- Global Stock Rally Lives On Amid Earnings Optimism
Global stocks extended gains to a third day after corporate results and hopes of U.S. tax reform boosted optimism for growth. Weakness in the yen lifted Japanese equities to the longest winning streak of the year.
The MSCI All-Country World Index is adding to a record high amid strong earnings from the likes of Daimler AG, Aluminum Corp. of China Ltd., Caterpillar Inc. and McDonald’s Corp. Emerging-market stocks climbed to the highest in almost two years, while the dollar rose for a second day. The yen extended losses while gold held declines. European shares retreated after a five-day rally.
“Confidence has returned and the yen has fallen back in value,” said Shane Oliver, head of investment strategy at AMP Capital Investors in Sydney. “Markets seem a lot more relaxed. Globally, we’re seeing a lot of risk-on.”
More than $700 billion has been added to global equities this month as European political risk abated and the U.S. economy continues to show signs of improvement amid better-than-forecast earnings results. U.S. President Donald Trump is expected to unveil a tax plan on Wednesday that would cut the upper corporate rate to 15 percent.
Risks remain as investors await central bank meetings this week in Japan and Europe. Tensions around North Korea continue to simmer. And in China, concerns of a crackdown from regulators has left the world’s second-largest stock market trading near a four-month low.

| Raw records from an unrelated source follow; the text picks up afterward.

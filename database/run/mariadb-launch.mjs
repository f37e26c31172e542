import { spawn } from 'node:child_process'
import { existsSync, openSync, readFileSync, rmSync } from 'node:fs'
import { connect } from 'node:net'
import { join } from 'node:path'
import { MARIADB } from './debian-package.mjs'
import { freePort, isRunning, processStamp, until } from './processes.mjs'

/**
 * Runs a server on its usual port, or on another when that is taken, and waits until it answers.
 * @param {import('./mariadb-folder.mjs').Place} at
 * @param {number | undefined} usualPort
 * @param {boolean} durable
 */
export async function launched(at, usualPort, durable) {
  // Between finding a port free and taking it, somebody else may take it: hence more than one try.
  for (let tries = 1; ; tries += 1) {
    const port = (tries === 1 && usualPort && (await freePort(usualPort))) || (await freePort())
    if (!port) throw new Error('No free port on 127.0.0.1.')
    const server = await launchedOn(at, port, durable)
    if (server) return { port, server }
    if (tries === 3) throw new Error(`MariaDB did not start. The end of ${logFile(at.folder)}:\n${logEnd(at.folder)}`)
  }
}

/**
 * @param {import('./mariadb-folder.mjs').Place} at
 * @param {number} port
 * @param {boolean} durable
 * @returns {Promise<string | null>} the stamp of the server's process, or null when it ended at once
 */
async function launchedOn(at, port, durable) {
  rmSync(at.pidFile, { force: true })
  const log = openSync(logFile(at.folder), 'a', 0o600)
  const child = spawn(MARIADB.program, flags(at, port, durable), {
    ...at.as,
    cwd: '/',
    detached: true, // out of the terminal's process group: Ctrl-C must reach the application before its database
    stdio: ['ignore', log, log],
  })
  child.unref()
  await new Promise((spawned, failed) => child.once('spawn', spawned).once('error', failed))
  const stamp = processStamp(child.pid)
  // Recovery after a crash comes before the greeting, and may take a while with much unwritten work.
  const answered = await until(
    async () => !isRunning(stamp) || (existsSync(at.pidFile) && (await greets(port))),
    120_000,
  )
  if (!answered) throw new Error(`MariaDB does not answer after two minutes. See ${logFile(at.folder)}`)
  return isRunning(stamp) ? stamp : null
}

// Nothing waits for the disk: what a test wrote need not outlive the machine.
const FAST = [
  ...['--innodb-flush-log-at-trx-commit=0', '--innodb-flush-method=nosync', '--innodb-doublewrite=0', '--sync-frm=OFF'],
  ...['--innodb-buffer-pool-dump-at-shutdown=OFF', '--innodb-log-file-size=32M'],
]

/**
 * @param {import('./mariadb-folder.mjs').Place} at
 * @param {number} port
 * @param {boolean} durable
 */
function flags(at, port, durable) {
  const sqlMode =
    'STRICT_TRANS_TABLES,STRICT_ALL_TABLES,ONLY_FULL_GROUP_BY,NO_ZERO_DATE,NO_ZERO_IN_DATE,ERROR_FOR_DIVISION_BY_ZERO,NO_ENGINE_SUBSTITUTION'
  return [
    ...['--no-defaults', ...at.userFlags, `--datadir=${at.data}`, `--tmpdir=${at.tmp}`, `--init-file=${at.init}`],
    ...[`--pid-file=${at.pidFile}`, `--socket=${at.socket}`, '--bind-address=127.0.0.1', `--port=${port}`],
    ...['--skip-name-resolve', '--performance-schema=OFF', '--default-time-zone=+00:00', `--sql-mode=${sqlMode}`],
    ...['--character-set-server=utf8mb4', '--collation-server=utf8mb4_uca1400_ai_ci'],
    // Read-then-write under REPEATABLE READ loses updates without it (395 of 600, measured).
    '--innodb-snapshot-isolation=ON',
    // The default of a day would let one forgotten ALTER freeze every writer.
    ...['--lock-wait-timeout=60', '--innodb-lock-wait-timeout=5'],
    ...(durable ? ['--innodb-flush-log-at-trx-commit=1'] : FAST),
  ]
}

/**
 * @param {number} port
 * @returns {Promise<boolean>} true when a MariaDB sends its greeting: byte 4 is the protocol's version, 10
 */
function greets(port) {
  return new Promise(resolve => {
    const socket = connect({ port, host: '127.0.0.1', timeout: 1000 })
    /** @param {boolean} answer */
    const settle = answer => {
      socket.destroy()
      resolve(answer)
    }
    socket.once('data', bytes => settle(bytes[4] === 10))
    socket
      .once('error', () => settle(false))
      .once('close', () => settle(false))
      .once('timeout', () => settle(false))
  })
}

/**
 * Where the server of a data folder writes what happens to it.
 * @param {string} folder
 */
export function logFile(folder) {
  return join(folder, 'mariadb.log')
}

/** @param {string} folder */
function logEnd(folder) {
  return readFileSync(logFile(folder), 'utf8').trimEnd().split('\n').slice(-8).join('\n')
}
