import { numberSetting } from '../policy.ts'

export const waterCuffDifference = numberSetting({
  name: 'water-cuff-difference',
  label: 'Water removed from a cuff differs from the water put in by more than',
  unit: 'mL',
  default: 1,
  min: 0.2,
  max: 3,
  affects: 'Water cuff: warning that the cuff may leak or was overfilled.',
  source: { says: 'No published number', standing: 'product proposal' },
})

export const waterCuffSettings = [waterCuffDifference]
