import { careKind } from '../kind.ts'
import { tubeInPlace } from '../tube-change/tube.ts'
import { waterCuffExamples } from './examples.ts'
import { waterCuffs } from './schema.ts'
import { waterCuffSentence } from './sentence.ts'
import { waterCuffSettings } from './settings.ts'
import { waterCuffUse } from './supplies.ts'
import { waterCuffTasks } from './tasks.ts'
import { standingWaterCuffWarnings, waterCuffWarnings } from './warnings.ts'

/** A tight-to-shaft cuff, emptied and filled with sterile water by volume. */
export const waterCuff = careKind({
  ...waterCuffs,
  title: 'Water cuff',
  chartWords: 'Chart water',
  lane: 'Cuff',
  chapter: 'At the bed',
  cautions: ['Sterile water, not air. Measure mL, not cmH2O.', 'Suction mouth and throat before the cuff is emptied.'],
  examples: waterCuffExamples,
  summary: waterCuffSentence,
  settings: waterCuffSettings,
  tasks: waterCuffTasks,
  startsWith({ record }) {
    const tube = tubeInPlace(record)
    const last = tube && record.since(waterCuffs, tube.performedAt)[0]
    return last ? { prescribedMl: last.data.prescribedMl } : {}
  },
  uses: waterCuffUse,
  warnings: waterCuffWarnings,
  standing: standingWaterCuffWarnings,
  outOfRange: (data, context) => waterCuffWarnings(data, context).length > 0,
})
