import { spawnSync } from 'node:child_process'
import { existsSync } from 'node:fs'

const POLICY = '/usr/sbin/policy-rc.d'

/**
 * Installs a Debian package unless the program it brings is there. Starts no system service, whatever the package
 * asks for. Throws with the command to type when the package cannot be installed from here.
 * @param {{ name: string, program: string }} debianPackage
 * @returns {boolean} true when it had to be installed
 */
export function installed({ name, program }) {
  if (existsSync(program)) return false
  const byHand = `Install it by hand: sudo apt-get install ${name}`
  if (!existsSync('/usr/bin/apt-get')) throw new Error(`${program} is missing, and this system has no apt. ${byHand}`)
  const prefix = process.getuid?.() === 0 ? [] : ['sudo', '-n']
  const root = asRoot(prefix)
  const ownPolicy = !existsSync(POLICY)
  if (ownPolicy) root(['sh', '-c', `printf '#!/bin/sh\\nexit 101\\n' > ${POLICY} && chmod 755 ${POLICY}`])
  try {
    const apt = ['env', 'DEBIAN_FRONTEND=noninteractive', 'apt-get', '-q', '-o', 'DPkg::Lock::Timeout=300']
    const install = [...apt, 'install', '-y', '--no-install-recommends', name]
    // The lists may be missing or old: they are fetched only when the first try fails.
    if (!root(install).ok) root([...apt, 'update'])
    const last = existsSync(program) ? { ok: true, says: '' } : root(install)
    if (!last.ok) throw new Error(`apt-get could not install ${name}:\n${last.says}\n${byHand}`)
  } finally {
    if (ownPolicy) root(['rm', '-f', POLICY])
  }
  return true
}

/** @param {string[]} prefix */
function asRoot(prefix) {
  /** @param {string[]} command */
  return command => {
    const [program = '', ...rest] = [...prefix, ...command]
    const done = spawnSync(program, rest, { encoding: 'utf8', stdio: ['ignore', 'pipe', 'pipe'] })
    const says = (done.error?.message ?? done.stderr ?? '').trim().split('\n').slice(-5).join('\n')
    return { ok: done.status === 0, says }
  }
}

export const MARIADB = { name: 'mariadb-server', program: '/usr/sbin/mariadbd' }
export const CHROMIUM = { name: 'chromium', program: '/usr/bin/chromium' }
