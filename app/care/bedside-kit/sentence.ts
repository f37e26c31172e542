import { sentence } from '../sentence.ts'
import { itemWords, type KitItem } from './items.ts'
import type { KitData } from './schema.ts'

/** The sentence of a check of the kit: what is missing and who gets it, or that nothing is; then suction and spares. */
export function kitSentence(data: KitData): string {
  return [
    `Bedside kit ${data.complete === 'yes' ? 'complete' : `not complete: no ${kitWords(data.missing ?? [])}`}.`,
    ...(data.owner
      ? [sentence(`${data.owner} gets it${data.expectedMin ? `, within ${data.expectedMin} min` : ''}`)]
      : []),
    ...(data.suctionTested === undefined ? [] : [`Suction tested at ${data.suctionTested} ${data.suctionUnit}.`]),
    ...(data.spares ? [sentence(`Held against: ${data.spares}`)] : []),
    ...(data.note ? [sentence(data.note)] : []),
  ].join(' ')
}

/** `spare tube one size smaller, no obturator`: what is missing, after "no". */
function kitWords(missing: readonly KitItem[]): string {
  return missing.map(item => itemWords[item].replace(/^(an?|the) /, '')).join(', no ')
}
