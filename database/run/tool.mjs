import { spawn } from 'node:child_process'
import { fileURLToPath } from 'node:url'

/** The project's folder, with a closing slash. */
export const ROOT = fileURLToPath(new URL('../../', import.meta.url))

/**
 * Runs a program of the project to its end and returns the last line it wrote. Throws with the end of what it wrote
 * when it fails.
 * @param {string[]} command the program and its arguments; `node` and `tsx` mean this very Node.js
 * @param {{ env?: NodeJS.ProcessEnv | undefined, signal?: AbortSignal | undefined, advice?: string | undefined }} [options]
 * @returns {Promise<string>}
 */
export function tool(command, { env = {}, signal, advice = '' } = {}) {
  const [program, ...args] = resolved(command)
  const child = spawn(program, args, {
    cwd: ROOT,
    env: { ...process.env, ...env },
    stdio: ['ignore', 'pipe', 'pipe'],
    signal,
  })
  let output = ''
  for (const stream of [child.stdout, child.stderr])
    stream.on('data', chunk => {
      output += chunk
    })
  return new Promise((resolve, reject) => {
    child.once('error', reject)
    child.once('close', (code, killedBy) => {
      const lines = output.trimEnd().split('\n')
      if (code === 0) return resolve(lines.at(-1) ?? '')
      const how = killedBy ? `was ended by ${killedBy}` : `failed (${code})`
      reject(new Error(`${command.join(' ')} ${how}:\n${lines.slice(-20).join('\n')}\n${advice}`.trimEnd()))
    })
  })
}

/**
 * @param {string[]} command
 * @returns {[string, ...string[]]}
 */
export function resolved([program = '', ...args]) {
  if (program === 'node') return [process.execPath, ...args]
  if (program === 'tsx') return [process.execPath, '--import', 'tsx', ...args]
  return [program, ...args]
}
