import { oneOf, type Used } from '../supply.ts'
import type { WaterCuffData } from './schema.ts'

/** A syringe for each emptying, and water where the cuff was filled. */
export function waterCuffUse({ instilledMl }: WaterCuffData): readonly Used[] {
  return [oneOf('syringe-10-ml'), ...(instilledMl > 0 ? [oneOf('sterile-water')] : [])]
}
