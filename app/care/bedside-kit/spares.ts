import type { CareContext } from '../kind.ts'
import { suturesIn } from '../tube-change/tasks.ts'
import { sizeWords, tubeInPlace } from '../tube-change/tube.ts'

/** What must lie at the bedside for the tube in place, in words; undefined without a tube. */
export function spareWords(context: CareContext): string | undefined {
  const tube = tubeInPlace(context.record)?.data
  if (!tube) return undefined
  const words = [
    `tube ${tube.line} ${sizeWords(tube)} and one size smaller`,
    ...(tube.cuff === 'none' ? ['cuffed tube of the same size'] : []),
    ...(tube.construction === 'dual' ? [`plain inner cannula ${tube.line} ${tube.size}`] : []),
    ...(suturesIn(context) ? ['stitch cutter'] : []),
  ].join('; ')
  return words.charAt(0).toUpperCase() + words.slice(1)
}
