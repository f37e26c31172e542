import { showPressure } from '../../clinical/units.ts'
import { vacuumMmHg } from '../../clinical/vacuum.ts'
import { minutes, since } from '../../time/duration.ts'
import type { CareContext } from '../kind.ts'
import { standsSince } from '../standing.ts'
import { vacuumLow } from '../suction/settings.ts'
import { tubeInPlace } from '../tube-change/tube.ts'
import type { Warning } from '../warning.ts'
import { gapsSince, lastComplete } from './gaps.ts'
import { itemWords, kitItems } from './items.ts'
import { type KitData, kitChecks } from './schema.ts'
import { KIT_SOURCE, kitMissingWithin } from './settings.ts'

/** What a check of the kit asks people to notice. Silent when no tube is in. */
export function kitWarnings(data: KitData, context: CareContext): readonly Warning[] {
  return tubeInPlace(context.record) ? [...missing(data), ...weakSuction(data, context)] : []
}

function missing(data: KitData): readonly Warning[] {
  const items = data.missing ?? []
  if (items.length === 0) return []
  return [
    {
      name: 'bedside-kit-missing',
      level: 'amber',
      action: `Get ${items.map(item => itemWords[item]).join(', ')} now. Stay nearby until it arrives.`,
      cause: `Missing at the bedside: ${items.map(item => kitItems[item].toLowerCase()).join('; ')}.`,
      source: KIT_SOURCE,
    },
  ]
}

function weakSuction(
  { suctionTested: tested, suctionUnit: unit }: KitData,
  { values }: CareContext,
): readonly Warning[] {
  if (tested === undefined || unit === undefined) return []
  const least = values.of(vacuumLow)
  if (Math.round(vacuumMmHg(tested, unit)) >= least) return []
  return [
    {
      name: 'bedside-kit-suction-weak',
      level: 'amber',
      action:
        'Read the gauge and its unit again. If it is right, get working suction now and stay nearby until it arrives.',
      cause: `Suction tested at ${showPressure(tested, unit)}; ${least} mmHg is the least that is usual.`,
      source: vacuumLow.source.says,
    },
  ]
}

/** What is missing stands until a complete check; past its time the charge nurse is told. */
export function standingKitWarnings(context: CareContext): readonly Warning[] {
  const { record, values, now } = context
  if (!tubeInPlace(record)) return []
  const gaps = gapsSince(record, lastComplete(record))
  const first = gaps.at(-1)
  const isLate = first !== undefined && since(first.performedAt, now) > minutes(values.of(kitMissingWithin))
  const tell = `Tell the charge nurse: missing for more than ${values.of(kitMissingWithin)} minutes.`
  return [
    ...standsSince(gaps, { isSettledBy: () => true, warns: missing }, context).map(warning =>
      isLate ? { ...warning, action: `${tell} ${warning.action}` } : warning,
    ),
    ...standsSince(record.of(kitChecks), { isSettledBy: hasTestedSuction, warns: weakSuction }, context),
  ]
}

function hasTestedSuction({ suctionTested }: KitData): boolean {
  return suctionTested !== undefined
}
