import { expect, test } from 'vitest'
import type { StoredEntry } from '../kind.ts'
import { aContext, anEntry, aRemoval, aTube } from '../make.ts'
import { tubeChanges } from '../tube-change/schema.ts'
import { kitExamples, wholeKit } from './examples.ts'
import { itemWords, kitItems } from './items.ts'
import { bedsideKit } from './kind.ts'
import { type KitData, kitChecks, kitSchema } from './schema.ts'
import { kitSentence } from './sentence.ts'
import { kitWarnings, standingKitWarnings } from './warnings.ts'

const tube = anEntry(tubeChanges, '2026-03-02 10:00', aTube())
const check = (when: string, data: KitData) => anEntry(kitChecks, when, data)
const without = (...missing: NonNullable<KitData['missing']>): KitData => {
  return { ...wholeKit, complete: 'no', missing, owner: 'T. Okafor' }
}

const standingOf = (entries: readonly StoredEntry[], now = '12:00', policy = {}) =>
  standingKitWarnings(aContext([tube, ...entries], now, { policy }))

test('checks read as short sentences', () => {
  expect(kitExamples.map(kitSentence)).toEqual([
    'Bedside kit complete. Suction tested at 120 mmHg. Held against: Tube Halden 6 Jackson and one size smaller; plain inner cannula Halden 6.',
    'Bedside kit not complete: no spare tube one size smaller, no obturator. T. Okafor gets it, within 10 min. Suction tested at 16 kPa. Used at the change this morning.',
    'Bedside kit not complete: no working suction. Equipment library gets it.',
  ])
})

const issuesOf = (data: object) => kitSchema.safeParse(data).error?.issues.map(({ message }) => message)

test.each<[string, object, readonly string[] | undefined]>([
  ['everything there', wholeKit, undefined],
  ['suction not tested', { complete: 'yes' }, ['Enter what suction was tested at']],
  ['no unit', { complete: 'yes', suctionTested: 120 }, ['Choose the unit on the vacuum gauge']],
  [
    'a number in the wrong unit',
    { ...wholeKit, suctionUnit: 'kPa' },
    ['Check the unit: 120 kPa is more than 760 mmHg'],
  ],
  ['the most that there is', { ...wholeKit, suctionTested: 101, suctionUnit: 'kPa' }, undefined],
  ['missing without a name', { ...wholeKit, complete: 'no' }, ['Choose the missing', 'Enter the person getting it']],
  ['suction itself is missing', { complete: 'no', missing: ['suction'], owner: 'Porter' }, undefined],
  [
    'another item is missing: suction is tested all the same',
    { complete: 'no', missing: ['gel'], owner: 'Porter' },
    ['Enter what suction was tested at'],
  ],
  ['complete, and yet an owner', { ...wholeKit, owner: 'Porter' }, ['Leave out the person getting it here']],
])('a check with %s', (_, data, expected) => {
  expect(issuesOf(data)).toEqual(expected)
})

test('every item has its words inside a sentence', () => {
  expect(Object.keys(itemWords)).toEqual(Object.keys(kitItems))
})

test.each<[KitData, readonly string[]]>([
  [wholeKit, []],
  [without('obturator'), ['bedside-kit-missing amber']],
  [{ ...wholeKit, suctionTested: 80 }, []],
  [{ ...wholeKit, suctionTested: 79.5 }, []],
  [{ ...wholeKit, suctionTested: 79 }, ['bedside-kit-suction-weak amber']],
  [{ ...wholeKit, suctionTested: 11, suctionUnit: 'kPa' }, []],
  [{ ...wholeKit, suctionTested: 10, suctionUnit: 'kPa' }, ['bedside-kit-suction-weak amber']],
])('%j warns of %j', (data, expected) => {
  const warnings = kitWarnings(data, aContext([tube], '12:00'))
  expect(warnings.map(({ name, level }) => `${name} ${level}`)).toEqual(expected)
})

test('the least vacuum is set by policy', () => {
  const context = aContext([tube], '12:00', { policy: { 'suction-vacuum-low': 120 } })
  expect(kitWarnings({ ...wholeKit, suctionTested: 110 }, context)).toHaveLength(1)
})

test('what is missing is named, to be got now', () => {
  const [warning] = kitWarnings(without('spare same', 'gel'), aContext([tube], '12:00'))
  expect(warning?.action).toBe(
    'Get a spare tube of the same size, water-soluble gel now. Stay nearby until it arrives.',
  )
})

test('without a tube nothing is said', () => {
  expect(kitWarnings(without('gel'), aContext([], '12:00'))).toEqual([])
})

test.each([
  ['11:45', false],
  ['11:44', true],
])('missing since %s: the charge nurse is told at 12:00: %s', (since, tells) => {
  const [warning] = standingOf([check(since, without('gel'))])
  expect(warning?.action.startsWith('Tell the charge nurse: missing for more than 15 minutes. Get ')).toBe(tells)
})

test('the time counts from the first check at which something was missing, and policy sets it', () => {
  const twice = [check('11:30', without('gel', 'wedge')), check('11:55', without('gel'))]
  const [warning] = standingOf(twice)
  expect(warning?.action).toMatch(/^Tell the charge nurse: .* Get water-soluble gel now\./)
  expect(standingOf(twice, '12:00', { 'bedside-kit-missing-within': 60 })[0]?.action).toMatch(/^Get /)
})

test('it stands until a complete check, or until the tube is out for good', () => {
  const gap = check('11:50', without('gel'))
  const names = (...more: readonly StoredEntry[]) => standingOf([gap, ...more]).map(({ name }) => name)
  expect(names()).toEqual(['bedside-kit-missing'])
  expect(names(check('11:55', wholeKit))).toEqual([])
  expect(names(aRemoval('11:55'))).toEqual([])
})

test('weak suction stands until it was tested again', () => {
  const weak = check('11:50', { ...wholeKit, suctionTested: 40 })
  expect(standingOf([weak]).map(({ name }) => name)).toEqual(['bedside-kit-suction-weak'])
  expect(standingOf([weak, check('11:55', wholeKit)])).toEqual([])
})

test.each<[Parameters<typeof aTube>[0], string]>([
  [{}, 'Tube Alder 8.0 ISO 5366 and one size smaller; plain inner cannula Alder 8.0'],
  [
    { sutures: 'in place' },
    'Tube Alder 8.0 ISO 5366 and one size smaller; plain inner cannula Alder 8.0; stitch cutter',
  ],
  [
    { cuff: 'none', construction: 'single', innerCannula: undefined, idWithInner: undefined },
    'Tube Alder 8.0 ISO 5366 and one size smaller; cuffed tube of the same size',
  ],
])('the form starts with the spares that the tube asks for: %j', (overrides, spares) => {
  const context = aContext([anEntry(tubeChanges, '2026-03-02 10:00', aTube(overrides))], '12:00')
  expect(bedsideKit.startsWith?.(context)).toEqual({ spares })
})

test('the unit of the gauge is that of the last check; whether the kit is there is looked at each time', () => {
  const context = aContext([tube, check('09:00', { ...wholeKit, suctionTested: 16, suctionUnit: 'kPa' })], '12:00')
  expect(bedsideKit.startsWith?.(context)).toMatchObject({ suctionUnit: 'kPa' })
  expect(bedsideKit.startsWith?.(context)).not.toHaveProperty('complete')
  expect(bedsideKit).not.toHaveProperty('usual')
})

Here are some key upcoming events that investors are watching:
- Alphabet Inc., Microsoft Corp., Amazon.com Inc., Twitter Inc., Intel Corp., Barclays Plc, Bayer AG and Total SA are among major companies releasing results this week.
- The Bank of Japan is widely expected to keep the settings on its monetary easing program unchanged at the end of a two-day policy meeting on Thursday. Though inflation remains well below the central bank’s 2 percent target, it’s ticking up.
- The European Central Bank sets monetary policy later that same day. With officials indicating little chance of a policy change, the focus will be on any signals from President Mario Draghi that the ECB is starting to discuss an exit from its extraordinary stimulus.
- U.S. GDP is due at the end of the week. It’s projected to show the economy expanded at a 1.0 percent annualized rate in the first quarter, the weakest pace in a year.